Gerusalemme, capitale americana d’Israele

Gerusalemme, capitale americana d’Israele

Trump insiste, «Gerusalemme capitale di Israele», calpestando legalità internazionale, diritti dei palestinesi e la storia.

«Gerusalemme è la capitale d’Israele. Ora pace»

Deve aver pensato la frase per un tweet, ossimoro politico sintesi perfetta delle contraddizioni che rischiano di incendiare il Medio Oriente il mondo in sole quattro parole. La svolta Usa che da 48 ore sta gettando il Medioriente e il mondo nel caos.
Trump ‘pacifista’ insiste a spostare da Tel Aviv la sede diplomatica Usa a Gerusalemme, riconoscendone di fatto l’intera appartenenza allo Stato d’Israele. Buttando alle ortiche il diritto internazionale che considera la città come condivisa, nella parte ovest, israeliana, e est, palestinese.
Anche se, va detto a difesa dell’indifendibile Trump, che sono stati molti in questi anni recenti che hanno contribuito a cancellare la questione palestinese dall’agenda mondiale.

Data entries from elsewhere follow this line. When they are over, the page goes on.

/* Physical plausibility limits (hs_plausible.h) and the stuck-sensor watch
 * (hs_flatline.h). The limits themselves are common practice, no source
 * (hs_plausible.h gives the reasoning); these tests check that each one is
 * applied at decoding, in the signal's own unit, and that a site's
 * valid_min/valid_max can only narrow it. */
#include <math.h>
#include <setjmp.h>
#include <stdarg.h>
#include <stddef.h>
#include <stdio.h>
#include <string.h>
#include <cmocka.h>

#include "hp_codec.h"
#include "hp_point.h"
#include "hs_flatline.h"
#include "hs_plausible.h"

/* A float32 signal of quantity q in `unit` (si_factor: SI per unit). */
static hs_signal signal_of(hs_quantity q, double si_factor)
{
    hs_signal g;
    memset(&g, 0, sizeof g);
    g.quantity = q;
    g.si_factor = si_factor;
    g.point.type = HP_FLOAT32;
    g.point.scale = 1.0;
    g.point.valid_min = -INFINITY;
    g.point.valid_max = INFINITY;
    return g;
}

/* The quality a reading of `value` (in the signal's unit) decodes to. */
static hp_quality decode(const hs_signal *g, double value)
{
    uint16_t regs[4];
    hp_sample s;
    hp_encode(value, g->point.type, g->point.byte_order, g->point.word_order, regs);
    hp_point_decode(&g->point, regs, &s);
    return s.quality;
}

static void check_range(hs_quantity q, const hs_pond *p, double si_factor, double lo, double hi)
{
    hs_signal g = signal_of(q, si_factor);
    assert_int_equal(hs_plausible_narrow(&g, p), 0);
    double span = hi - lo, eps = 1e-3 * span;
    assert_int_equal(decode(&g, lo + eps), HP_Q_GOOD);
    assert_int_equal(decode(&g, hi - eps), HP_Q_GOOD);
    assert_int_equal(decode(&g, lo - eps), HP_Q_OUT_OF_RANGE);
    assert_int_equal(decode(&g, hi + eps), HP_Q_OUT_OF_RANGE);
}

static void each_quantity_has_limits(void **unused)
{
    (void)unused;
    hs_pond pond;
    memset(&pond, 0, sizeof pond);
    pond.freeboard_m = 1.5;          /* crest 1.5 m above the floor */
    pond.pressure_height_m = 0.1;    /* pressure sensor 0.1 m above it */
    pond.distance_height_m = 3.0;    /* distance sensor 3 m above it */
    pond.level_max_m = NAN;
    const double g_n = 9.80665;
    check_range(HS_Q_CONDUCTIVITY, &pond, 1.0, 0.0, 300.0);        /* mS/cm */
    check_range(HS_Q_CONDUCTIVITY, &pond, 10.0, 0.0, 30.0);        /* S/m: same limits */
    check_range(HS_Q_TEMPERATURE, &pond, 1.0, -10.0, 70.0);        /* degC */
    check_range(HS_Q_DENSITY, &pond, 1.0, 990.0, 1400.0);          /* kg/m3 */
    check_range(HS_Q_DENSITY, &pond, 1000.0, 0.990, 1.400);        /* g/cm3 */
    /* pressure: depth above the sensor from 0.2 m below the floor to 0.5 m
     * above the crest, at 1400 kg/m3 (p = rho g h) */
    check_range(HS_Q_LEVEL_PRESSURE, &pond, 1.0, -(0.2 + 0.1) * 1400 * g_n,
                (1.5 + 0.5 - 0.1) * 1400 * g_n);
    check_range(HS_Q_PRESSURE_UPPER, &pond, 1000.0, -(0.2 + 0.1) * 1.4 * g_n,
                (1.5 + 0.5 - 0.1) * 1.4 * g_n);                     /* kPa */
    check_range(HS_Q_LEVEL_DISTANCE, &pond, 1.0, 0.0, 3.0 + 0.2);  /* m */
    check_range(HS_Q_RAIN, &pond, 0.001, 0.0, 100000.0);           /* mm */
    check_range(HS_Q_PUMP_RUN, &pond, 1.0, 0.0, 1.0);
    check_range(HS_Q_PUMP_MANUAL, &pond, 1.0, 0.0, 1.0);
    /* without a crest: level_max + 1 m, else 5 m */
    pond.freeboard_m = NAN;
    pond.level_max_m = 1.0;
    check_range(HS_Q_LEVEL_PRESSURE, &pond, 1.0, -(0.2 + 0.1) * 1400 * g_n,
                (1.0 + 1.0 - 0.1) * 1400 * g_n);
    check_range(HS_Q_LEVEL_PRESSURE, NULL, 1.0, -0.2 * 1400 * g_n, 5.0 * 1400 * g_n);
}

/* The garbage: a dead densitometer (0, 500 kg/m3), 1981 degC,
 * -489 kg/m3, 11,708 m of depth: all out-of-range with no site limits. */
static void garbage_is_out_of_range(void **unused)
{
    (void)unused;
    hs_signal d = signal_of(HS_Q_DENSITY, 1.0);
    hs_signal t = signal_of(HS_Q_TEMPERATURE, 1.0);
    hs_signal l = signal_of(HS_Q_LEVEL_PRESSURE, 1.0);
    hs_signal x = signal_of(HS_Q_LEVEL_DISTANCE, 1.0);
    hs_pond pond;
    memset(&pond, 0, sizeof pond);
    pond.freeboard_m = NAN;
    pond.level_max_m = NAN;
    pond.distance_height_m = 2.0;
    assert_int_equal(hs_plausible_narrow(&d, &pond), 0);
    assert_int_equal(hs_plausible_narrow(&t, &pond), 0);
    assert_int_equal(hs_plausible_narrow(&l, &pond), 0);
    assert_int_equal(hs_plausible_narrow(&x, &pond), 0);
    assert_int_equal(decode(&d, 0.0), HP_Q_OUT_OF_RANGE);
    assert_int_equal(decode(&d, 500.0), HP_Q_OUT_OF_RANGE);
    assert_int_equal(decode(&d, -489.0), HP_Q_OUT_OF_RANGE);
    assert_int_equal(decode(&d, 1210.0), HP_Q_GOOD);
    assert_int_equal(decode(&t, 1981.0), HP_Q_OUT_OF_RANGE);
    assert_int_equal(decode(&l, 11708.0 * 1025.0 * 9.80665), HP_Q_OUT_OF_RANGE);
    assert_int_equal(decode(&x, -11708.0), HP_Q_OUT_OF_RANGE);
}

/* valid_min/valid_max narrow the built-in limits, never widen them; limits
 * entirely outside them are refused. */
static void site_limits_only_narrow(void **unused)
{
    (void)unused;
    hs_signal g = signal_of(HS_Q_DENSITY, 1.0);
    g.point.valid_min = 500.0;   /* wider than 990: the built-in limit stays */
    g.point.valid_max = 1250.0;  /* narrower than 1400: kept */
    assert_int_equal(hs_plausible_narrow(&g, NULL), 0);
    assert_true(g.point.valid_min == 990.0);
    assert_true(g.point.valid_max == 1250.0);
    assert_int_equal(decode(&g, 700.0), HP_Q_OUT_OF_RANGE);
    assert_int_equal(decode(&g, 1300.0), HP_Q_OUT_OF_RANGE);
    assert_int_equal(decode(&g, 1200.0), HP_Q_GOOD);
    hs_signal bad = signal_of(HS_Q_TEMPERATURE, 1.0);
    bad.point.valid_min = 80.0;
    bad.point.valid_max = 90.0;
    assert_int_equal(hs_plausible_narrow(&bad, NULL), -1);
}

static void flatline_after_its_time(void **unused)
{
    (void)unused;
    hs_flatline f;
    memset(&f, 0, sizeof f);
    const int64_t h = 3600 * 1000LL, after = 4 * h;
    assert_int_equal(hs_flatline_feed(&f, 55.25, 0, after), HS_FLAT_NONE);
    assert_int_equal(hs_flatline_feed(&f, 55.25, 2 * h, after), HS_FLAT_NONE);
    assert_false(f.stuck);
    assert_int_equal(hs_flatline_feed(&f, 55.25, 4 * h, after), HS_FLAT_STUCK);
    assert_true(f.stuck);
    assert_int_equal(hs_flatline_feed(&f, 55.25, 5 * h, after), HS_FLAT_NONE); /* said once */
    assert_true(f.stuck);
    /* the smallest change is movement: a live analyser's last digit */
    assert_int_equal(hs_flatline_feed(&f, nextafter(55.25, 60.0), 5 * h + 1, after), HS_FLAT_MOVED);
    assert_false(f.stuck);
    /* a value that changes all the time never flatlines */
    for (int i = 0; i < 100; i++)
        assert_int_equal(hs_flatline_feed(&f, 50.0 + (i % 2) * 0.01, 6 * h + i * h, after),
                         HS_FLAT_NONE);
    /* off: never stuck */
    memset(&f, 0, sizeof f);
    assert_int_equal(hs_flatline_feed(&f, 1.0, 0, 0), HS_FLAT_NONE);
    assert_int_equal(hs_flatline_feed(&f, 1.0, 100 * h, 0), HS_FLAT_NONE);
    assert_false(f.stuck);
}

int main(void)
{
    const struct CMUnitTest tests[] = {
        cmocka_unit_test(each_quantity_has_limits),
        cmocka_unit_test(garbage_is_out_of_range),
        cmocka_unit_test(site_limits_only_narrow),
        cmocka_unit_test(flatline_after_its_time),
    };
    return cmocka_run_group_tests(tests, NULL, NULL);
}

Gerusalemme per la Casa Bianca

Ci sono motivazioni per tutto, anche per le follie più pericolose, scrive Bernard Guetta su France Inter. Quella del trasferimento dell’ambasciata statunitense in Israele sarebbe legata soprattutto all’inchiesta russa. Colpa del Russiagate insomma, se il Medio Oriente esplode. Colpa del procuratore Mueller che si avvicina troppo al Presidente. La vicenda dell’ambasciata israeliana -scrive Guetta- serve al presidente per mobilitare gli elettori che gli hanno permesso di superare i suoi avversari.
«Trump vuole far capire che nonostante abbia contro il mondo intero, dagli alleati europei ai mezzi d’informazione passando per i parlamentari repubblicani, i militari e i diplomatici statunitensi, lui intende mantenere le sue promesse, inclusa quella di riconoscere Gerusalemme come capitale di Israele collocandovi l’ambasciata degli Stati Uniti».
Che c’entra questo trasferimento con gli elettori americani? Ad esempio l’appoggio dei cosiddetti “sionisti cristiani”. Fondamentalisti convinti che la creazione di Israele è il compimento delle profezie bibliche. Anche loro l’elettorato di Trump che dovrà mantenerlo alla Casa Bianca

Interessi privati in atti mondiali

Il dramma, per molti osservatori, sopratutto statunitensi, è che questa scelta di Donald Trump priverà gli Stati Uniti della possibilità di mediare nel conflitto israelo-palestinese. Considerazione diffusa, che in un solo anno Trump ha accelerato il declino degli Stati Uniti. Ma rimaniamo ai fatti. La decisione di Trump dà seguito alla legge del Congresso Usa del 1995 in cui Gerusalemme veniva riconosciuta come capitale di Israele, ma la cui operatività è stata rinviata di sei mesi in sei mesi dai presidenti Usa, proprio per il valore geopolitico di questa affermazione. Che oggi preoccupa i capi di Stato dalla Cina a Londra. E la ‘diplomazia’ alla Trump, in una delle questioni più complicate della geopolitica, rischia di far saltare (quasi una certezza) il già precario equilibrio in Medio Oriente.
Vero è che gli Stati Uniti hanno “implementato robusti piani di sicurezza per proteggere gli americani nelle regioni interessate”, ha detto il segretario di Stato Rex Tillerson, lasciato completamente fuori dalla decisione presidenziale.

Medio Oriente sempre più russo

Netanyahu ovviamente festeggia, anche lui leader con problemi di inchieste giudiziarie in casa. Una parte di Iosraele, condivide invece le preoccupazioni del mondo per la ferita inferta alle ragioni di palestinesi. E l’Organizzazione per la liberazione della Palestina è esplicita, «La decisione di Trump apre le porte dell’inferno». La scelta su Gerusalemme, detonatore che aiuterà le organizzazioni estremistiche in una guerra di religione che danneggerà l’intera regione e che ci trascinerà dentro guerre senza fine».
L’Onu critica duramente la scelta di Trump: «Ogni misura unilaterale metta a repentaglio la prospettiva della pace». E sulla scia delle Nazioni unite, l’Unione europea e tutto il blocco occidentale dei Paesi Nato, che temono un ulteriore rafforzamento politico della Russia in tutta l’area scomposta dalla improvvisazioni trumpian-statunitensi.